* _TASK PROMPT_
Reproduce exactly, from the data that follows, the line with "the two nodes.", the line with "part spreads with.", and every line that lies between them.

Collected data entries:
--- --- ---

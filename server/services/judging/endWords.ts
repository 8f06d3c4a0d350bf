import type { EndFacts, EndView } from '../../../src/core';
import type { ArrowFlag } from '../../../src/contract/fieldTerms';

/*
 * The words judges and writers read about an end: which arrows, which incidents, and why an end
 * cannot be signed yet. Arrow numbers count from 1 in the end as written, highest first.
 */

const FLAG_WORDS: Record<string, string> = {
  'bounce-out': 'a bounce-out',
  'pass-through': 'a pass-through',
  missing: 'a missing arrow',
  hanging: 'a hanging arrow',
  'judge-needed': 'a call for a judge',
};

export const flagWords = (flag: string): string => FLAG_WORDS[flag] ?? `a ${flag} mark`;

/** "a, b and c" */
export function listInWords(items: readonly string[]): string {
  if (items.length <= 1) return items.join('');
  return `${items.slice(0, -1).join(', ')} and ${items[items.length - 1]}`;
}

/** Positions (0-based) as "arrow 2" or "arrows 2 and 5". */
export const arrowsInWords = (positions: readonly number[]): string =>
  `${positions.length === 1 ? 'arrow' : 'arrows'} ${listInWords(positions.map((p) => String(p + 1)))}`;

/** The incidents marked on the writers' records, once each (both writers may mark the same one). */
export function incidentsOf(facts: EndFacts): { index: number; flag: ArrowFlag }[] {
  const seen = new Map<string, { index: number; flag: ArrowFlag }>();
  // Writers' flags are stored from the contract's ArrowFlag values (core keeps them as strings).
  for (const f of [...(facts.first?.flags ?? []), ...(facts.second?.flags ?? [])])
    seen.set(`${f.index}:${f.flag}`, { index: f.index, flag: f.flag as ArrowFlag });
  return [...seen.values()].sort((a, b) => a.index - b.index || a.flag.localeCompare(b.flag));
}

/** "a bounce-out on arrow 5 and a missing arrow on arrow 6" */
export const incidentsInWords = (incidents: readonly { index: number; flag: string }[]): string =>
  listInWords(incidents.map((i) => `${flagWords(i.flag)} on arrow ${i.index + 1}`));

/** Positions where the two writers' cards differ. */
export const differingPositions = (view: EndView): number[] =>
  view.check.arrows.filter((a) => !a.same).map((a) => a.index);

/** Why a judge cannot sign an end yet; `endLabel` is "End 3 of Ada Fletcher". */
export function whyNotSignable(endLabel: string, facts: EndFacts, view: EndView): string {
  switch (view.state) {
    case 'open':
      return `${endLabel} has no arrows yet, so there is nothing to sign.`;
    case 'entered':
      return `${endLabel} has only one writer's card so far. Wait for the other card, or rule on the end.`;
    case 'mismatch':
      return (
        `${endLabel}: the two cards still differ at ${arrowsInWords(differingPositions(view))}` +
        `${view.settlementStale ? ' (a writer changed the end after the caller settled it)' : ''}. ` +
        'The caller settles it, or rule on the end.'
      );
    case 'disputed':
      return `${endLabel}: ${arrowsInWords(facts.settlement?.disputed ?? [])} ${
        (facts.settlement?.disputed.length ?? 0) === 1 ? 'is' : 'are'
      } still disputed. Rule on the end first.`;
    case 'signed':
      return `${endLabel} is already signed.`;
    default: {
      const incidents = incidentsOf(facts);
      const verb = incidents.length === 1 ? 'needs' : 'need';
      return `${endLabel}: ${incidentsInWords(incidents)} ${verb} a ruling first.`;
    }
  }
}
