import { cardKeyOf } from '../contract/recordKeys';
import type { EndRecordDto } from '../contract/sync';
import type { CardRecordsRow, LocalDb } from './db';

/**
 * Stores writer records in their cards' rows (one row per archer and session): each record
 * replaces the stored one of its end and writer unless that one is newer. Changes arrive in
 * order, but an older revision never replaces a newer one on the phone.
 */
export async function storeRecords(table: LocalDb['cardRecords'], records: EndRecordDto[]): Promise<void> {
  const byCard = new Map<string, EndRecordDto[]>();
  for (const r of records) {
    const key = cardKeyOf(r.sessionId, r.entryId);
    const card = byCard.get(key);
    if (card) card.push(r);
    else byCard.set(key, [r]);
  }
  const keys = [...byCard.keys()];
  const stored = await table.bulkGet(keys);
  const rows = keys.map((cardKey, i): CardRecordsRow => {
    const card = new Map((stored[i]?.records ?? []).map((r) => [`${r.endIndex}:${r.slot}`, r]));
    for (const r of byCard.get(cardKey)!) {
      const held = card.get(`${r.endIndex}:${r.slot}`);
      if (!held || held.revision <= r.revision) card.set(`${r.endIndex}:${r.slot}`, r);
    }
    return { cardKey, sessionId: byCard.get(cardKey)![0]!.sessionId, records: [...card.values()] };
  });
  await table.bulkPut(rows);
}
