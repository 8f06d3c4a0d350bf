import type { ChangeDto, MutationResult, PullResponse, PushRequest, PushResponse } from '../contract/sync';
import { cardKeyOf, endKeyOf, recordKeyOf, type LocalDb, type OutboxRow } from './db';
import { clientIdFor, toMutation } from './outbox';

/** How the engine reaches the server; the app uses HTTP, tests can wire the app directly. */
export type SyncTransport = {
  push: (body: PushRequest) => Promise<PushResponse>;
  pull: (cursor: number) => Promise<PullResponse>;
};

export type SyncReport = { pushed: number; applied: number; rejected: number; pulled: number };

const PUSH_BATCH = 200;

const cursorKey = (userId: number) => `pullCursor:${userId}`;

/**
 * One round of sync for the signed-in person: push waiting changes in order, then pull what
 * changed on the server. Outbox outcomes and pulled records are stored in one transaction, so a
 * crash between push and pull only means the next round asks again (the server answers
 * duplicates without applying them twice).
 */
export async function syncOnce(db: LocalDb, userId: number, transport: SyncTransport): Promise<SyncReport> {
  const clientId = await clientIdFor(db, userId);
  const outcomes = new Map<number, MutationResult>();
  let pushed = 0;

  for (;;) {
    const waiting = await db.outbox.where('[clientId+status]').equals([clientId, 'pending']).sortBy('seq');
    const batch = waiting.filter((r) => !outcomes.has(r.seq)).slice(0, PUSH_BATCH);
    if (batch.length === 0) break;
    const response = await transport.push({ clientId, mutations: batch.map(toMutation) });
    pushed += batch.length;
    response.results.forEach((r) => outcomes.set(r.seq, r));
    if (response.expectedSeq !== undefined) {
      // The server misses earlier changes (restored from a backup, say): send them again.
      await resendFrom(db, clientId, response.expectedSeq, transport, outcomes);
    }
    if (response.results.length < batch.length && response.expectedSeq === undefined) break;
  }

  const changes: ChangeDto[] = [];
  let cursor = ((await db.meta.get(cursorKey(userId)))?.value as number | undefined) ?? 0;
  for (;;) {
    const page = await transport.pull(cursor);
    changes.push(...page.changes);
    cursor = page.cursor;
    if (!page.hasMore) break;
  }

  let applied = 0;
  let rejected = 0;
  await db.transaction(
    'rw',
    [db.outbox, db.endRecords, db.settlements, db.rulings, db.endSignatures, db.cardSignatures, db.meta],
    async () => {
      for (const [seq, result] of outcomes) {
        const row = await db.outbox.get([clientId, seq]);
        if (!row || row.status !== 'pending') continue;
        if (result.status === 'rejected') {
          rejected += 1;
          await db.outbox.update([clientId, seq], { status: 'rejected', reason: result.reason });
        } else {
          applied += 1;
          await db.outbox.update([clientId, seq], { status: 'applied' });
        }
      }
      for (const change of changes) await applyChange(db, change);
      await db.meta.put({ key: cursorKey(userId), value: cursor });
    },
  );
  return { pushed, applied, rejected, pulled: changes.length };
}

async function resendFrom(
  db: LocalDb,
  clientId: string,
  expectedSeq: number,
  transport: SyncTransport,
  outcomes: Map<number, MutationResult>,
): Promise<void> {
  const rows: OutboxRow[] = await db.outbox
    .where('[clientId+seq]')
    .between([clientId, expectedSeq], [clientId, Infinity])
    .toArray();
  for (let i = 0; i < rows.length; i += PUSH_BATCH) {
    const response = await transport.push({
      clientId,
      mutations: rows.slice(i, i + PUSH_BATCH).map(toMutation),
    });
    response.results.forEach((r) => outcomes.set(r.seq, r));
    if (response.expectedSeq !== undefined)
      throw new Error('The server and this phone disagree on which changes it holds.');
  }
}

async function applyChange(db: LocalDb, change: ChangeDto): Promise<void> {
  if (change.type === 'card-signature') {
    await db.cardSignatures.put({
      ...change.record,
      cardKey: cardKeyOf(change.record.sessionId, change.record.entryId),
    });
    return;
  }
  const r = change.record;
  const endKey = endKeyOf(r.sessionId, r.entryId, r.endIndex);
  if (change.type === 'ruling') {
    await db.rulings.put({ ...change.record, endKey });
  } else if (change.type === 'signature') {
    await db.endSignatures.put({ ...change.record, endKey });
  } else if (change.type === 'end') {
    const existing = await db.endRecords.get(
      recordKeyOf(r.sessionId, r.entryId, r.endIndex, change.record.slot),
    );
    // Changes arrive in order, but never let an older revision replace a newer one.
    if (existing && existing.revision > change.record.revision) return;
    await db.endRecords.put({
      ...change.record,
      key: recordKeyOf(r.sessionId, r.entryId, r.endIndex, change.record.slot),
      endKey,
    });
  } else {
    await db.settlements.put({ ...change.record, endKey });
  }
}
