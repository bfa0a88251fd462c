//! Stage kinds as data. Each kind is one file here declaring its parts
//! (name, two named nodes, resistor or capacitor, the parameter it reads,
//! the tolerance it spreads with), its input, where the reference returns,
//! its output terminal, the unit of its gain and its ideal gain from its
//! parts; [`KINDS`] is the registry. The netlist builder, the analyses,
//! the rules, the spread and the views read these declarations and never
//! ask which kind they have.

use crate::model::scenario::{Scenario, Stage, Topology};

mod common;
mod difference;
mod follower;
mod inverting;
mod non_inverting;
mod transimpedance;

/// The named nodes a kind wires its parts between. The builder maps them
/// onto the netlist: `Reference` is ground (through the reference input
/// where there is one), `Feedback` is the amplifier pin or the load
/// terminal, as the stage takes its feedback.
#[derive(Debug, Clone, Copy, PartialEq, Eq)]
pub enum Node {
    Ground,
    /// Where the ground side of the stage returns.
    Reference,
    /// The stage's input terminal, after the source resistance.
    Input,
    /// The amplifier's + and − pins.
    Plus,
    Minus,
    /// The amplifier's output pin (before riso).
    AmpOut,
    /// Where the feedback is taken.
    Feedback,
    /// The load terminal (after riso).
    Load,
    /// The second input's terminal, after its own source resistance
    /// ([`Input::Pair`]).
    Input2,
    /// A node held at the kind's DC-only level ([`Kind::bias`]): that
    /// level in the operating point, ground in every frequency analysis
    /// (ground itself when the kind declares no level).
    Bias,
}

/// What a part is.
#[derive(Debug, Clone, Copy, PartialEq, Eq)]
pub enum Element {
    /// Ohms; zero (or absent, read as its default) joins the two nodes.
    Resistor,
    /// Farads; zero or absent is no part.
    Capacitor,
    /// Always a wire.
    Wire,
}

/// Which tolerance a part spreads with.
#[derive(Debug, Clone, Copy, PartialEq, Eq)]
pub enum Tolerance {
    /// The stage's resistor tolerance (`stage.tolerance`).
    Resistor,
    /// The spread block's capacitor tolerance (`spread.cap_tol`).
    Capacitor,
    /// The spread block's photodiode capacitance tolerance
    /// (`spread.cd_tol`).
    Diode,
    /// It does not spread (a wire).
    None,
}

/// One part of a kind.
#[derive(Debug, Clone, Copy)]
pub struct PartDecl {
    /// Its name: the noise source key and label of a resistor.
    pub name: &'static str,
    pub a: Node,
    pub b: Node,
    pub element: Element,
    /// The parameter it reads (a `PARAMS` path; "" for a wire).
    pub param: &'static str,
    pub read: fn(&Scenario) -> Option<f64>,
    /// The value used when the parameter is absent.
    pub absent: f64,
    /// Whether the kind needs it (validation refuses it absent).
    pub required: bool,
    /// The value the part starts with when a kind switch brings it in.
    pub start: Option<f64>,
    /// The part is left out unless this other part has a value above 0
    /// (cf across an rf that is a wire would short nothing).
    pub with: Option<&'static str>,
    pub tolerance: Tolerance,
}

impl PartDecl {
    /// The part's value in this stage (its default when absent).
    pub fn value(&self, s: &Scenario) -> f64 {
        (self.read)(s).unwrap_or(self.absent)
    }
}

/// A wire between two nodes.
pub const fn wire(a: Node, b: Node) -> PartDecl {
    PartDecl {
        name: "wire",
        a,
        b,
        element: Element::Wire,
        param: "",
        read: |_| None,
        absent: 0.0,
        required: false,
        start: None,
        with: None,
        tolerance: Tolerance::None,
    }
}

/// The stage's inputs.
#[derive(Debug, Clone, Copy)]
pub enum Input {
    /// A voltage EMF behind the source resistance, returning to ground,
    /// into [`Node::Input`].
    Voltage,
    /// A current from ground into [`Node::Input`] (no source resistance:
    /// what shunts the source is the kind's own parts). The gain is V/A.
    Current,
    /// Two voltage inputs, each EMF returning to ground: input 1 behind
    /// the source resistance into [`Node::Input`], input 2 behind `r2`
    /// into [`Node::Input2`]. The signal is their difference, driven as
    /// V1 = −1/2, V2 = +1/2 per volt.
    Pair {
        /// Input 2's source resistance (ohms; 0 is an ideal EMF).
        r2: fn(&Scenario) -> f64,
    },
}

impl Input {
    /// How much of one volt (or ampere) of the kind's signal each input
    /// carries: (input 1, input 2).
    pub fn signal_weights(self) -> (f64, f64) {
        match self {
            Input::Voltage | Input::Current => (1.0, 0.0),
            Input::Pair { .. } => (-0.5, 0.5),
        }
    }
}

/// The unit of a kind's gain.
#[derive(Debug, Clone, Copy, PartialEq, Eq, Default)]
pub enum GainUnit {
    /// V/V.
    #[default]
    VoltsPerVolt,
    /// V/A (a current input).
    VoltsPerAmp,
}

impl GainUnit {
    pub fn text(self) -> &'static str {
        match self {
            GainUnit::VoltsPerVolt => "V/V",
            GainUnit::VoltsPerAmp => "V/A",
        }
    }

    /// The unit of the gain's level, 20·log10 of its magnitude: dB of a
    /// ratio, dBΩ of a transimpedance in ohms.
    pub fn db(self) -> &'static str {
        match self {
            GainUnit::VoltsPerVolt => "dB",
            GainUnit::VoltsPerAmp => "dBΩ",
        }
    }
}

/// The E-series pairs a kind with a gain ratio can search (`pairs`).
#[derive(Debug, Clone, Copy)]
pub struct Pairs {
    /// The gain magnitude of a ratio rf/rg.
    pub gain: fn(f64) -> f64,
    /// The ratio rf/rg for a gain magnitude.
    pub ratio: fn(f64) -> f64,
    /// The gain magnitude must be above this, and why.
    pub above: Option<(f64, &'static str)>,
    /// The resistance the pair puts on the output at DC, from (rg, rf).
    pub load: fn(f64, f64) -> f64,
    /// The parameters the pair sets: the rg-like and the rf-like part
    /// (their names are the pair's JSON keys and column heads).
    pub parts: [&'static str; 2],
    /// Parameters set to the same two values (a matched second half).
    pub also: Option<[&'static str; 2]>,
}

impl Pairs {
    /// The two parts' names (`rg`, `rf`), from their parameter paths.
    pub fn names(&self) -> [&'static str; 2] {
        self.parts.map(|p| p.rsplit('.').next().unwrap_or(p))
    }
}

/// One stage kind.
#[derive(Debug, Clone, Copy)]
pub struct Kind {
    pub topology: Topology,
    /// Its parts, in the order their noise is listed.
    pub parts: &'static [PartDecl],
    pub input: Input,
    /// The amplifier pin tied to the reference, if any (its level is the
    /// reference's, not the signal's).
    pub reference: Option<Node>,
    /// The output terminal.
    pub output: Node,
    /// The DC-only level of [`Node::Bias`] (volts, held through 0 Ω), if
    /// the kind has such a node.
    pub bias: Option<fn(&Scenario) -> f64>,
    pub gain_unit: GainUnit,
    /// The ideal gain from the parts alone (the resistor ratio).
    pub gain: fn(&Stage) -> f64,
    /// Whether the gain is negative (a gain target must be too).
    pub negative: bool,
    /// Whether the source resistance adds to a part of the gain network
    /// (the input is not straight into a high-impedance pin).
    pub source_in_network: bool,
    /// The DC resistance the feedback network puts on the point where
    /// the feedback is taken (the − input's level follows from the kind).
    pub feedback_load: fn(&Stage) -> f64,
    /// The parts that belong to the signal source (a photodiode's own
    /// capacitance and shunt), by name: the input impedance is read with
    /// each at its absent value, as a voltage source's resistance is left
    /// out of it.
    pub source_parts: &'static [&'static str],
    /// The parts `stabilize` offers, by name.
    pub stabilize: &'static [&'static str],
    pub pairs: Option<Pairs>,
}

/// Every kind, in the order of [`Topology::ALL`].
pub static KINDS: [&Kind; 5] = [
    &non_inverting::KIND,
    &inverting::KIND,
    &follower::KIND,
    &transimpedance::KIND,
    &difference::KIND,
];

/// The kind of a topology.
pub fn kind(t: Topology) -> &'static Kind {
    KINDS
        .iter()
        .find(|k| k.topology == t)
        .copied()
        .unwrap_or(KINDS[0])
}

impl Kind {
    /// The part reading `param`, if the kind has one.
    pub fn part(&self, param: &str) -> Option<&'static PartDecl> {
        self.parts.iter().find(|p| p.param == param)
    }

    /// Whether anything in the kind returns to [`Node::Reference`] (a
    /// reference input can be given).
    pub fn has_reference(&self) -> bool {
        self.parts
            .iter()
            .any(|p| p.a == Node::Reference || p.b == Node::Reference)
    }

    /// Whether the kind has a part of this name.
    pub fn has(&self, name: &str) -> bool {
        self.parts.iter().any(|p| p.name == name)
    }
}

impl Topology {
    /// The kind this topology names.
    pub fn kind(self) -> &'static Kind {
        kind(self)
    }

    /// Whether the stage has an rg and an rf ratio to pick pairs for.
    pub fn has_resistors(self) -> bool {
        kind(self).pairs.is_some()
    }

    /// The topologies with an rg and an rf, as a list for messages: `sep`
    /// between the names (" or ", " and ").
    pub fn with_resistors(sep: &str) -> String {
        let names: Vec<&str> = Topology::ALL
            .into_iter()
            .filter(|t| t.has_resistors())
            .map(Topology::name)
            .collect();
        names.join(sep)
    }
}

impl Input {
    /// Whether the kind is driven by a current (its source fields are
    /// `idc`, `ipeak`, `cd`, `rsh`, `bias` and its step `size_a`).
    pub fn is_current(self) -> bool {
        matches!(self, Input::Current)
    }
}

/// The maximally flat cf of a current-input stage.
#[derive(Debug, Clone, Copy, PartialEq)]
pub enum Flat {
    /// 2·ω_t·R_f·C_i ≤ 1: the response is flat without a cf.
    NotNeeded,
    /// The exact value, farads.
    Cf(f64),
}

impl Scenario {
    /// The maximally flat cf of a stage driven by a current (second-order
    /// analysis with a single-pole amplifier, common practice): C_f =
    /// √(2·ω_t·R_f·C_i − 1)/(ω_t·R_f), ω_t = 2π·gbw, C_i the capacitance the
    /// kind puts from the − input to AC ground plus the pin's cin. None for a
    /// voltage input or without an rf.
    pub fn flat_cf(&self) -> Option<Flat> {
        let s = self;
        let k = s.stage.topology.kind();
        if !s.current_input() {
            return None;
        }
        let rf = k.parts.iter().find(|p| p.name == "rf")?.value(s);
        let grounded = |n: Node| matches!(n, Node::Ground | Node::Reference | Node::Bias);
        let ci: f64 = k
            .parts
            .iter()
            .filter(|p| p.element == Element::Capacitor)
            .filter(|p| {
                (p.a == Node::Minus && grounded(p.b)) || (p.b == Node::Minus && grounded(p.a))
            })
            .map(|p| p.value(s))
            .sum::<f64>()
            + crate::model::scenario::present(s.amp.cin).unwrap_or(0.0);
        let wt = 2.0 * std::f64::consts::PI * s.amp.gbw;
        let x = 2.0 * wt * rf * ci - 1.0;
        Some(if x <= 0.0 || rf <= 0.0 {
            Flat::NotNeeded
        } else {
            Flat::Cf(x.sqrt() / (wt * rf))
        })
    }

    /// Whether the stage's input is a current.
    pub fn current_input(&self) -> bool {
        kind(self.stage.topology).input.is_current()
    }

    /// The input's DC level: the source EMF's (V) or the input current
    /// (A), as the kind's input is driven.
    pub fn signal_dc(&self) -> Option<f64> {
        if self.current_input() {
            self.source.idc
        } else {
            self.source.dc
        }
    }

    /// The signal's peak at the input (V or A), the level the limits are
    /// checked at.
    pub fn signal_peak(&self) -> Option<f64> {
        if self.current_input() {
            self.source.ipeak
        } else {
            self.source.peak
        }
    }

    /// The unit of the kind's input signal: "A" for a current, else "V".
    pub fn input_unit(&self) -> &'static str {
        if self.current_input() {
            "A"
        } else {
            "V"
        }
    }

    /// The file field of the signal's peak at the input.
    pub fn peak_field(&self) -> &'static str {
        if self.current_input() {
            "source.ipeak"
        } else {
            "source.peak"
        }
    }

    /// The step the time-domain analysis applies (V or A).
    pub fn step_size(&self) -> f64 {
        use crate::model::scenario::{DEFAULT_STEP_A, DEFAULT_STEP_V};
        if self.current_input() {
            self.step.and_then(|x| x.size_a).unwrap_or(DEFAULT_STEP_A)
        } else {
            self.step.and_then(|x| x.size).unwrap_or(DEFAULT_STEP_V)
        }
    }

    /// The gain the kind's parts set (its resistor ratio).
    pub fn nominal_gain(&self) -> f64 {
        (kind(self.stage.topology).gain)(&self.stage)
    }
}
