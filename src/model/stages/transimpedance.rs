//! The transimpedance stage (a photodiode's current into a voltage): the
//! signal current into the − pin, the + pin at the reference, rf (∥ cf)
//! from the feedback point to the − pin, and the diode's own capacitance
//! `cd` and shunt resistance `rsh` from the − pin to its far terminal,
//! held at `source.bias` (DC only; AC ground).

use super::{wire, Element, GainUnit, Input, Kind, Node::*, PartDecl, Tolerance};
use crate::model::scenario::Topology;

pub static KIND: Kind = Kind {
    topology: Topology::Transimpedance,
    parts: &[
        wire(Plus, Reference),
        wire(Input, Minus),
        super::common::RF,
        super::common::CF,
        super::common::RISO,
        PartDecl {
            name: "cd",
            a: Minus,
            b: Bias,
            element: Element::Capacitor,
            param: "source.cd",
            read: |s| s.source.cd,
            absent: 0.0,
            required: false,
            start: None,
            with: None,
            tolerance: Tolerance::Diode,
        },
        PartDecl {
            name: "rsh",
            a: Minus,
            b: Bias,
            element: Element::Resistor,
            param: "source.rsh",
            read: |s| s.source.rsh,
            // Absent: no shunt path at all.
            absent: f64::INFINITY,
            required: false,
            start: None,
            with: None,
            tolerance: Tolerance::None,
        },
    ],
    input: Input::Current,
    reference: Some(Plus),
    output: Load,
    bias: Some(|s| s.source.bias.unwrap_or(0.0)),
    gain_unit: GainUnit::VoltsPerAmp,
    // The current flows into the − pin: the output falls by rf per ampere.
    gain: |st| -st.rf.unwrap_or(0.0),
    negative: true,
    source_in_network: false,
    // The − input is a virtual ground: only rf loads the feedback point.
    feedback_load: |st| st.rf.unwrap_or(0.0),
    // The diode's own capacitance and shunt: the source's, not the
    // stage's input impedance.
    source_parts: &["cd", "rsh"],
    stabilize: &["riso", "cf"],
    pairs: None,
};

--- --- ---

* _EXERCISE RESPONSE_
    /// Ohms; zero (or absent, read as its default) joins the two nodes.
    Resistor,
    /// Farads; zero or absent is no part.
    Capacitor,
    /// Always a wire.
    Wire,
}

/// Which tolerance a part spreads with.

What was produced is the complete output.